§ **WHAT TO PRODUCE**:
Only the closing part of the listing is wanted: reproduce exactly the line containing "int sx_cli_load_screener(const char" and all lines below it.

§ **THE RECORDS**:
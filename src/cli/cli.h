/* SPDX-License-Identifier: MIT */
/*
 * cli.h - what the sub-commands share: printing diagnostics, finding the
 * shipped data files, exit statuses.
 */
#ifndef SX_CLI_H
#define SX_CLI_H

#include <stdio.h>

#include "core/diag.h"

/* Exit statuses of every sub-command (documented in syrinx(1)). */
enum {
	SX_EXIT_OK = 0,
	SX_EXIT_INPUT = 1,     /* some input could not be read or screened */
	SX_EXIT_USAGE = 2,     /* the command line is wrong */
	SX_EXIT_FAIL_ON = 3,   /* --fail-on: a disposition at or above the level was seen */
	SX_EXIT_SOFTWARE = 4,  /* out of memory or an internal error */
};

/* Print one diagnostic as file:line[:col]: severity: [specimen ID: ]message. */
void sx_cli_print_diag(FILE *out, const sx_diag *d);
void sx_cli_print_diags(FILE *out, const sx_diag_list *list);

/* Find a shipped data file (relative path as in the source tree, such as
 * "docs/schema/feed.xsd"): $SYRINX_DATADIR, then beside the executable (build
 * tree), then the installed data directory. Returns a malloc'd path or NULL. */
char *sx_cli_find_data(const char *relative);

/* Print a diagnostic and, when it points into a readable file with a line, that
 * line and a caret under the column (rule files). */
void sx_cli_print_diag_source(FILE *out, const sx_diag *d);

struct sx_screener;
/* Load the screener of ruleset folder dir (NULL: the shipped default, found as
 * sx_cli_find_data says). Every error and warning is printed with its source
 * line; a ruleset with an error is refused. Returns an exit status (0: ok). */
int sx_cli_load_screener(const char *command, const char *dir, struct sx_screener **out);

int sx_cmd_check(int argc, char **argv);
int sx_cmd_audit(int argc, char **argv);
int sx_cmd_rules(int argc, char **argv);
int sx_cmd_explain(int argc, char **argv);
int sx_cmd_serve(int argc, char **argv);

#endif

§ **REPLY**:
int sx_cli_load_screener(const char *command, const char *dir, struct sx_screener **out);

int sx_cmd_check(int argc, char **argv);
int sx_cmd_audit(int argc, char **argv);
int sx_cmd_rules(int argc, char **argv);
int sx_cmd_explain(int argc, char **argv);
int sx_cmd_serve(int argc, char **argv);

#endif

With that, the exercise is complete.